***** THE DATA *****

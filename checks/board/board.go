// Package board gathers what a design says about its own parts beyond the
// netlist: transistor ratings, device roles, resistor power ratings,
// tolerances and waivers. The data comes from netlist comment annotations
// (*@part, *@device, *@waive), which any simulator ignores, and from an
// optional sidecar YAML board file with the same content. Annotations and
// the board file merge; where both set the same key, the board file wins
// (it is the reviewer's copy), and a note says so.
package board

import (
	"math"
	"sort"
	"strings"

	"github.com/biaslint/biaslint/netlist"
	"github.com/biaslint/biaslint/netlist/units"
)

// Part holds ratings given for one model name. Values not given are NaN.
// Units: V, A, W, degrees Celsius, K/W.
type Part struct {
	Model                                                     string
	VCEO, VCBO, VEBO, ICMax, Pd, TjMax, RthJA, HFEMin, HFEMax float64
	Pos                                                       netlist.Pos
}

// NewPart returns a Part with every rating unknown (NaN).
func NewPart(model string, pos netlist.Pos) *Part {
	n := math.NaN()
	return &Part{Model: model, VCEO: n, VCBO: n, VEBO: n, ICMax: n, Pd: n, TjMax: n, RthJA: n, HFEMin: n, HFEMax: n, Pos: pos}
}

// field returns a pointer to the rating called key, or nil.
func (p *Part) field(key string) *float64 {
	switch key {
	case "vceo":
		return &p.VCEO
	case "vcbo":
		return &p.VCBO
	case "vebo":
		return &p.VEBO
	case "icmax":
		return &p.ICMax
	case "pd":
		return &p.Pd
	case "tjmax":
		return &p.TjMax
	case "rthja":
		return &p.RthJA
	case "hfemin":
		return &p.HFEMin
	case "hfemax":
		return &p.HFEMax
	}
	return nil
}

// RatingKeys are the keys a part entry takes, in documentation order.
var RatingKeys = []string{"vceo", "vcbo", "vebo", "icmax", "pd", "tjmax", "rthja", "hfemin", "hfemax"}

// Device holds settings for one element, keyed by its flat name.
type Device struct {
	// Name is the flat element name as written (X1.RCOIL).
	Name string
	// Role is one of Roles, "linear" (a linear stage of the kind the
	// topology shows), or "" (not set).
	Role string
	// Power is a resistor's power rating, W (NaN when not set).
	Power float64
	// Tol is a relative tolerance (0.05 for 5 %), NaN when not set.
	Tol float64
	// Driver marks a source as a drive (a controller pin that can let go)
	// rather than a supply rail.
	Driver bool
	// Amplitude is the signal amplitude (peak, V or A) for an AC source
	// with no waveform, NaN when not set.
	Amplitude float64
	Pos       netlist.Pos
}

// Roles are the transistor roles an annotation or board file may set; the
// checks package classifies transistors into the same roles. "linear" is
// accepted besides them: a linear stage whose kind the topology decides.
var Roles = []string{"switch", "common-emitter", "follower", "diff-pair", "mirror-reference",
	"mirror-output", "current-source", "push-pull", "vbe-multiplier", "clamp", "diode"}

func validRole(r string) bool {
	if r == "linear" {
		return true
	}
	for _, x := range Roles {
		if x == r {
			return true
		}
	}
	return false
}

// NewDevice returns a Device with nothing set.
func NewDevice(name string, pos netlist.Pos) *Device {
	n := math.NaN()
	return &Device{Name: name, Power: n, Tol: n, Amplitude: n, Pos: pos}
}

// DeviceKeys are the keys a device entry takes.
var DeviceKeys = []string{"role", "power_rating", "tol", "driver", "amplitude"}

// renamedKey returns the current name of a device key that was renamed
// ("power" is now "power_rating": the fact power is a dissipation) and
// the note that says so, or key and "" when it was not renamed.
func renamedKey(key string) (string, string) {
	if key == "power" {
		return "power_rating", `"power" is now called "power_rating" (a resistor's power rating, W); rename it`
	}
	return key, ""
}

// Waiver accepts one rule's findings on one device, with a reason. Device
// "*" waives the rule on every device.
type Waiver struct {
	Rule, Device, Reason string
	Pos                  netlist.Pos
	// External is true for a waiver of the board file, false for a
	// *@waive annotation in the netlist.
	External bool
}

// Settings is everything a board says about itself.
type Settings struct {
	// Parts by netlist.Key of the model name.
	Parts map[string]*Part
	// Devices by netlist.Key of the flat element name.
	Devices map[string]*Device
	Waivers []Waiver
	// Ambient is the board file's ambient temperature, C (NaN when not set).
	Ambient float64
	// Notes are the board file's located notes (old key names still read).
	Notes []*netlist.Error
}

// New returns empty Settings.
func New() *Settings {
	return &Settings{Parts: map[string]*Part{}, Devices: map[string]*Device{}, Ambient: math.NaN()}
}

// Device returns the settings of the named element, or nil.
func (s *Settings) Device(name string) *Device { return s.Devices[netlist.Key(name)] }

// Part returns the ratings given for the named model, or nil.
func (s *Settings) Part(model string) *Part { return s.Parts[netlist.Key(model)] }

// PartFor returns the ratings given for a model, or nil. Ratings given
// for the model's own name as written on its .model card (MYSW) match it
// wherever it is defined, at top level or inside any subcircuit; ratings
// given for its flat hierarchical name (X1.MYSW) match that one model and
// win, value by value, over those for its own name.
func (s *Settings) PartFor(m *netlist.Model) *Part {
	if m == nil {
		return nil
	}
	full := s.Parts[netlist.Key(m.Name)]
	var own *Part
	if m.Local != "" && netlist.Key(m.Local) != netlist.Key(m.Name) {
		own = s.Parts[netlist.Key(m.Local)]
	}
	if full == nil || own == nil {
		if full != nil {
			return full
		}
		return own
	}
	merged := *own
	merged.Model, merged.Pos = full.Model, full.Pos
	for _, k := range RatingKeys {
		if v := *full.field(k); !math.IsNaN(v) {
			*merged.field(k) = v
		}
	}
	return &merged
}

// UnmatchedParts lists, sorted by name, the parts given ratings that match
// no model of c by its flat or its own name (see PartFor).
func (s *Settings) UnmatchedParts(c *netlist.Circuit) []*Part {
	used := map[string]bool{}
	for _, m := range c.Models {
		used[netlist.Key(m.Name)] = true
		if m.Local != "" {
			used[netlist.Key(m.Local)] = true
		}
	}
	var out []*Part
	for _, k := range sortedKeys(s.Parts) {
		if !used[k] {
			out = append(out, s.Parts[k])
		}
	}
	return out
}

// FromCircuit reads the *@part, *@device and *@waive annotations of a flat
// circuit. Annotations inside a subcircuit name devices of that subcircuit:
// "*@device RCOIL power_rating=0.5" in the body of X1 sets X1.RCOIL. Problems are
// warnings in the returned list; an annotation of another kind is a note.
func FromCircuit(c *netlist.Circuit) (*Settings, *netlist.ErrorList) {
	s := New()
	errs := &netlist.ErrorList{}
	for i := range c.Annotations {
		a := &c.Annotations[i]
		switch a.Kind {
		case "part":
			s.partAnnotation(a, errs)
		case "device":
			s.deviceAnnotation(c, a, errs)
		case "waive":
			s.waiveAnnotation(a, errs)
		default:
			errs.Warnf(a.Pos, "unknown annotation *@%s (known: *@part, *@device, *@waive)", a.Kind)
		}
	}
	return s, errs
}

func scoped(scope, name string) string {
	if scope == "" {
		return name
	}
	return scope + "." + name
}

func (s *Settings) partAnnotation(a *netlist.Annotation, errs *netlist.ErrorList) {
	if len(a.Args) != 1 {
		errs.Warnf(a.Pos, "*@part takes one model name and key=value ratings, e.g. *@part MYNPN vceo=40 icmax=200m; annotation ignored")
		return
	}
	p := NewPart(a.Args[0], a.Pos)
	for _, k := range sortedKeys(a.KV) {
		f := p.field(k)
		if f == nil {
			errs.Warnf(a.KVPos[k], "*@part %s: unknown key %q (known: %s)", p.Model, k, strings.Join(RatingKeys, ", "))
			continue
		}
		v, err := units.Parse(a.KV[k])
		if err != nil || v < 0 {
			errs.Warnf(a.KVPos[k], "*@part %s: %s=%s is not a non-negative value", p.Model, k, a.KV[k])
			continue
		}
		*f = v
	}
	s.mergePart(p, errs)
}

func (s *Settings) mergePart(p *Part, errs *netlist.ErrorList) {
	key := netlist.Key(p.Model)
	old := s.Parts[key]
	if old == nil {
		s.Parts[key] = p
		return
	}
	for _, k := range RatingKeys {
		nv := *p.field(k)
		if math.IsNaN(nv) {
			continue
		}
		if ov := *old.field(k); !math.IsNaN(ov) && ov != nv {
			errs.Notef(p.Pos, "part %s: %s=%g replaces %g given at %s", p.Model, k, nv, ov, old.Pos)
		}
		*old.field(k) = nv
	}
}

func (s *Settings) deviceAnnotation(c *netlist.Circuit, a *netlist.Annotation, errs *netlist.ErrorList) {
	if len(a.Args) != 1 {
		errs.Warnf(a.Pos, "*@device takes one device name and key=value settings, e.g. *@device Q1 role=switch; annotation ignored")
		return
	}
	name := scoped(a.Scope, a.Args[0])
	el := c.Element(name)
	if el == nil {
		errs.Warnf(a.ArgPos[0], "*@device names %s, which is not in the circuit", name)
		return
	}
	d := NewDevice(el.Name, a.Pos)
	for _, k := range sortedKeys(a.KV) {
		key, note := renamedKey(k)
		if note != "" {
			errs.Notef(a.KVPos[k], "*@device %s: %s", el.Name, note)
		}
		if msg := d.set(key, a.KV[k], el.Kind); msg != "" {
			errs.Warnf(a.KVPos[k], "*@device %s: %s", el.Name, msg)
		}
	}
	s.mergeDevice(d, errs)
}

// set applies one key=value to d and returns a problem description, or "".
func (d *Device) set(key, val string, kind netlist.Kind) string {
	num := func() (float64, bool) {
		v, err := units.Parse(strings.TrimSuffix(val, "%"))
		if err != nil || v < 0 {
			return 0, false
		}
		if strings.HasSuffix(val, "%") {
			v /= 100
		}
		return v, true
	}
	switch key {
	case "role":
		r := strings.ToLower(val)
		if !validRole(r) {
			return "role=" + val + " must be one of " + strings.Join(Roles, ", ") + " or linear"
		}
		if kind != 'Q' {
			return "role applies to transistors only"
		}
		d.Role = r
	case "power_rating":
		v, ok := num()
		if !ok || v == 0 {
			return "power_rating=" + val + " is not a positive power rating in W"
		}
		d.Power = v
	case "tol":
		v, ok := num()
		if !ok || v >= 1 {
			return "tol=" + val + " is not a tolerance (write 5% or 0.05)"
		}
		d.Tol = v
	case "driver":
		switch strings.ToLower(val) {
		case "yes", "true", "1":
			d.Driver = true
		case "no", "false", "0":
			d.Driver = false
		default:
			return "driver=" + val + " must be yes or no"
		}
		if kind != 'V' && kind != 'I' {
			return "driver applies to sources only"
		}
	case "amplitude":
		v, ok := num()
		if !ok {
			return "amplitude=" + val + " is not a peak value"
		}
		d.Amplitude = v
	default:
		return "unknown key " + `"` + key + `"` + " (known: " + strings.Join(DeviceKeys, ", ") + ")"
	}
	return ""
}

func (s *Settings) mergeDevice(d *Device, errs *netlist.ErrorList) {
	key := netlist.Key(d.Name)
	old := s.Devices[key]
	if old == nil {
		s.Devices[key] = d
		return
	}
	if d.Role != "" {
		old.Role = d.Role
	}
	if !math.IsNaN(d.Power) {
		old.Power = d.Power
	}
	if !math.IsNaN(d.Tol) {
		old.Tol = d.Tol
	}
	if !math.IsNaN(d.Amplitude) {
		old.Amplitude = d.Amplitude
	}
	old.Driver = old.Driver || d.Driver
}

func (s *Settings) waiveAnnotation(a *netlist.Annotation, errs *netlist.ErrorList) {
	if len(a.Args) < 2 || a.Args[0] == "" || a.Args[1] == "" {
		errs.Warnf(a.Pos, "*@waive takes a rule id, a device name and a reason, e.g. *@waive floating-base Q3 base held by the driver's pull-down; annotation ignored")
		return
	}
	// The reason is the text as written after the rule and device words
	// (key=value pairs and quotes in it are part of the reason).
	reason := strings.TrimSpace(skipFields(a.Text, 2))
	if reason == "" {
		errs.Warnf(a.Pos, "*@waive %s %s gives no reason; a waiver must say why, so it is ignored", a.Args[0], a.Args[1])
		return
	}
	dev := a.Args[1]
	if dev != "*" {
		dev = scoped(a.Scope, dev)
	}
	s.Waivers = append(s.Waivers, Waiver{Rule: strings.ToLower(a.Args[0]), Device: dev, Reason: reason, Pos: a.Pos})
}

// skipFields returns s after its first n blank-separated fields.
func skipFields(s string, n int) string {
	for ; n > 0; n-- {
		s = strings.TrimLeft(s, " \t")
		i := strings.IndexAny(s, " \t")
		if i < 0 {
			return ""
		}
		s = s[i:]
	}
	return s
}

// Merge lays o over s: o's parts, devices and ambient win; waivers add up.
// Notes about replaced values go to errs.
func (s *Settings) Merge(o *Settings, errs *netlist.ErrorList) {
	if o == nil {
		return
	}
	for _, k := range sortedKeys(o.Parts) {
		s.mergePart(o.Parts[k], errs)
	}
	for _, k := range sortedKeys(o.Devices) {
		s.mergeDevice(o.Devices[k], errs)
	}
	s.Waivers = append(s.Waivers, o.Waivers...)
	if !math.IsNaN(o.Ambient) {
		s.Ambient = o.Ambient
	}
}

func sortedKeys[V any](m map[string]V) []string {
	keys := make([]string, 0, len(m))
	for k := range m {
		keys = append(keys, k)
	}
	sort.Strings(keys)
	return keys
}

*****

[YOUR TASK] Return the lines exactly as they stand, please. Start at the top of the material and finish with the line where "type Part struct" appears.

[EXERCISE RESPONSE]
filename checks/board/board.go
// Package board gathers what a design says about its own parts beyond the
// netlist: transistor ratings, device roles, resistor power ratings,
// tolerances and waivers. The data comes from netlist comment annotations
// (*@part, *@device, *@waive), which any simulator ignores, and from an
// optional sidecar YAML board file with the same content. Annotations and
// the board file merge; where both set the same key, the board file wins
// (it is the reviewer's copy), and a note says so.
package board

import (
	"math"
	"sort"
	"strings"

	"github.com/biaslint/biaslint/netlist"
	"github.com/biaslint/biaslint/netlist/units"
)

// Part holds ratings given for one model name. Values not given are NaN.
// Units: V, A, W, degrees Celsius, K/W.
type Part struct {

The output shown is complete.